Daily Local News (West Chester, PA)

While club carves niche, Curtin wants peer respect

- By Matthew DeGeorge mdegeorge@21st-centurymed­ia.com @sportsdoct­ormd on Twitter

CHESTER >> Union manager Jim Curtin said the word at the beginning and at the end of a lengthy quote Tuesday night. It wasn’t the word that gained the most traction on social media, however.

TV cameras caught Curtin and Atlanta United manager Gabriel Heinze in a deep discussion after a 1-1 draw at Subaru Park Tuesday night that sent the Union to the semifinals of the CONCACAF Champions League. That led to this quote from Curtin on Heinze that is almost certainly being painted on a banner for the River End:

“He’s an incredible coach, he’s an incredible player, but you can still be, also, a sore loser and an ass—— at the end of the game. I still think there’s a right way. I still think you should shake hands like men after the game.”

That eye-catching, fill-in-the-blank invective aside, the real crux of Curtin’s feelings through. For his team, it was about respect. And Heinze’s refusal to shake hands, to Curtin, was a moment where the Argentine coach refused to respect the Union as winners of the two-leg tie, via a 4-1 aggregate score over two quarterfin­al round games.

Curtin nodded to that after the game, that his team likely wasn’t three goals better over the 180 minutes. But by punishing a loose defensive team in Atlanta with three counter-attacking goals (and, arguably, Curtin outcoachin­g Heinze by a wide margin), then managing the game well enough at home to draw and progress, they were definitive­ly the better team on the field, which Curtin will tell you is all that matters.

“I went to shake his hand after the game in Atlanta and it was a little touchy,” Curtin said of the interactio­n. “And I went again and I shook his hand and he was kind of dismissive a little bit. I said, ‘You weren’t going to shake my hand again?’ and we had a discussion about the game. He thought our players were diving and faking injuries. I get that, but I don’t think that’s what we’re about.

“We’re about doing our talking on the field. I’m proud of the group for advancing.”

Heinze, 43, and Curtin, 41, are contempora­ries in many ways. Both were defenders on the field. Heinze’s career took him from his homeland to European giants like Paris Saint-Germain, Manchester United, Real Madrid, Marseille and Roma. He accumulate­d 72 caps for the Argentine national team and won a gold medal in the 2004 Olympics. He also was notoriousl­y well-versed in many of the dark arts of gamesmansh­ip for which he accused the Union.

As a coach, though, Heinze is relatively young. He spent three fairly successful years at Velez Sarsfield and was hired in the offseason to lead Atlanta United after its disastrous 2020 season. In the arena of MLS coaching, he’s yet to prove he’s on Curtin’s level.

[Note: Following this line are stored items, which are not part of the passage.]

"""Tests for relview.imaging: exposure, display encoding, PNG and layer files, safe atomic
writing, false colour.

Outside references used here: IEC 61966-2-1:1999 (sRGB transfer function and
matrix), the PNG specification read back by independent decoders (pillow and
the ffmpeg binary shipped with imageio-ffmpeg), colour-science's sRGB colour
space, matplotlib's colour maps, Reinhard et al. 2002 (tone curve).
"""

from __future__ import annotations

import errno
import json
import os
import subprocess
from pathlib import Path

import numpy as np
import pytest
from PIL import Image

from relview.errors import OutputError, UserError
from relview.imaging import display, exposure, false_colour, files, layer_files, png

# ----------------------------------------------------------------------------- references


def iec_61966_2_1_encode(linear: float) -> float:
    """sRGB encoding written out from IEC 61966-2-1:1999, section 5.2 (independent of
    relview.light.spectrum): V = 12.92 L for L <= 0.0031308, else 1.055 L^(1/2.4) - 0.055."""
    if linear <= 0.0031308:
        return 12.92 * linear
    return 1.055 * linear ** (1.0 / 2.4) - 0.055


# IEC 61966-2-1:1999: luminance of linear sRGB (Y row of the RGB -> XYZ matrix).
IEC_Y_WEIGHTS = (0.2126, 0.7152, 0.0722)

# D65 white point chromaticity x = 0.3127, y = 0.3290 (IEC 61966-2-1 / CIE 15), as XYZ
# with Y = 1: X = x / y, Z = (1 - x - y) / y.
D65_XYZ = np.array([0.3127 / 0.3290, 1.0, (1.0 - 0.3127 - 0.3290) / 0.3290])


def no_temporaries(directory: Path) -> bool:
    return not [p for p in directory.iterdir() if p.name.endswith(".part")]


# ----------------------------------------------------------------------------- sRGB encoding

GREYS = [0.0, 1e-4, 0.001, 0.0031308, 0.0031309, 0.01, 0.05, 0.18, 0.5, 0.9, 1.0]


def test_16bit_encoding_matches_iec_61966_2_1():
    # Source: IEC 61966-2-1:1999 5.2, via the formula written out above.
    # A grey linear value passes gamut mapping unchanged, so each channel is V(L).
    linear = np.array(GREYS)[None, :, None].repeat(3, axis=2)
    got = display.to_16bit(linear)
    want = [round(65535 * iec_61966_2_1_encode(v)) for v in GREYS]
    assert got.dtype == np.uint16
    assert got[0, :, 0].tolist() == want
    assert (got[..., 0] == got[..., 1]).all() and (got[..., 1] == got[..., 2]).all()


def test_8bit_encoding_known_values():
    # IEC 61966-2-1:1999 5.2: the two segments meet at L = 0.0031308, V = 0.04045
    # (12.92 * 0.0031308 = 0.040450); 18 % grey encodes to V = 0.4614, i.e. 118 of 255
    # (from memory; recomputed here from the formula).
    assert iec_61966_2_1_encode(0.0031308) == pytest.approx(0.04045, abs=1e-5)
    assert 1.055 * 0.0031308 ** (1 / 2.4) - 0.055 == pytest.approx(0.04045, abs=1e-5)
    assert iec_61966_2_1_encode(0.18) == pytest.approx(0.4614, abs=1e-4)
    grey = np.array([[[0.0] * 3, [0.18] * 3, [0.5] * 3, [1.0] * 3, [7.0] * 3]])
    got = display.to_8bit(grey)[0, :, 0].tolist()
    assert got == [0, 118, round(255 * iec_61966_2_1_encode(0.5)), 255, 255]


def test_spectrum_encode_srgb_agrees_with_iec_formula():
    # The encoder relview.imaging.display imports from relview.light.spectrum, against IEC
    # 61966-2-1 5.2.
    from relview.light.spectrum import encode_srgb

    samples = np.concatenate([np.linspace(0, 0.01, 101), np.linspace(0.01, 1, 200)])
    want = np.array([iec_61966_2_1_encode(v) for v in samples])
    assert np.allclose(encode_srgb(samples), want, rtol=0, atol=1e-12)


def test_nan_and_negative_display_as_black_and_values_clip():
    # Common practice: NaN (no data) shows black; above-white clips per channel.
    img = np.array([[[np.nan, np.nan, np.nan], [-1.0, -1.0, -1.0], [2.0, 0.5, 0.0]]])
    got = display.to_8bit(img)
    assert got[0, 0].tolist() == [0, 0, 0]
    assert got[0, 1].tolist() == [0, 0, 0]
    assert got[0, 2].tolist() == [255, round(255 * iec_61966_2_1_encode(0.5)), 0]


# ----------------------------------------------------------------------------- exposure


def test_fixed_white_maps_d65_to_one():
    # IEC 61966-2-1: the D65 white of luminance W, exposed with white W, is (1, 1, 1).
    for white in (1e-12, 250.0, 3e9):
        xyz = np.broadcast_to(D65_XYZ * white, (2, 3, 3))
        assert exposure.exposure_white(xyz, None, white) == white
        assert np.allclose(exposure.expose(xyz, white), 1.0, rtol=0, atol=1e-9)


def test_expose_matches_colour_science_matrix():
    # Reference: colour-science's sRGB colour space (IEC 61966-2-1 matrix, 4 decimals).
    colour = pytest.importorskip("colour")
    rng = np.random.default_rng(1)
    xyz = rng.uniform(0, 1, (4, 5, 3)) * 1e15  # absolute, cd/m2
    white = 2e15
    want = (xyz / white) @ np.asarray(colour.RGB_COLOURSPACES["sRGB"].matrix_XYZ_to_RGB).T
    assert np.allclose(exposure.expose(xyz, white), want, rtol=0, atol=2e-4)


def test_expose_spans_twenty_orders_of_magnitude():
    xyz = np.stack([D65_XYZ * 1e-18, D65_XYZ * 1e2, D65_XYZ * 1e22])[None]
    lin = exposure.expose(xyz.astype(np.float32), 1e2)
    assert np.isfinite(lin).all()
    assert np.allclose(lin[0, :, 1], [1e-20, 1.0, 1e20], rtol=1e-6)
    assert display.to_8bit(lin)[0].tolist() == [[0, 0, 0], [255] * 3, [255] * 3]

Curtin allowed that some things might have been lost in translatio­n. Heinze was miffed at, for instance, the leisurely pace with which Sergio Santos exited the game Tuesday night, though it would’ve had to be a very slow walk to account for three goals on the aggregate count. Contrast that to the shoving match that accompanie­d the end of the Union’s first leg in Costa Rica against Deportivo Saprissa last month and it seems tame, especially in a competitio­n where histrionic­s is elevated to an art form.

Those are all small details to Curtin, who was irked by what he saw as an effort to delegitimi­ze what his team accomplish­ed. Curtin’s career with the Union, which is approachin­g a seventh anniversar­y as head coach, has been about taking the club from afterthoug­ht to contender. He’s done that with four playoff berths in five seasons, peaking with last year’s Supporters’ Shield as the club’s first trophy.

A berth in the semifinals of the continenta­l competitio­n in their first try, just the 12th MLS team to get there in 13 years, is the latest step on that ladder. However the competitio­n resonates with fans new to Champions League, it’s a significan­t marker for the club’s profile in the global landscape.

“It checks another box of a really important goal for the club,” Curtin said. “… To move on in this competitio­n into the final four and await the winner of the Club America-Portland game, we have a big opportunit­y. That’s something that certainly is good for our badge, good for the Philadelph­ia Union.”

“It’s huge, we continue to make history, onto the semifinals,” captain Alejandro Bedoya said. “We’re one of the best four teams in the region, you could say that. I think it’s fantastic for everyone involved at the club, great effort from the guys.”

Those facts, as Curtin likely informed him in so many words, are not subject to the approval of Heinze or anyone else.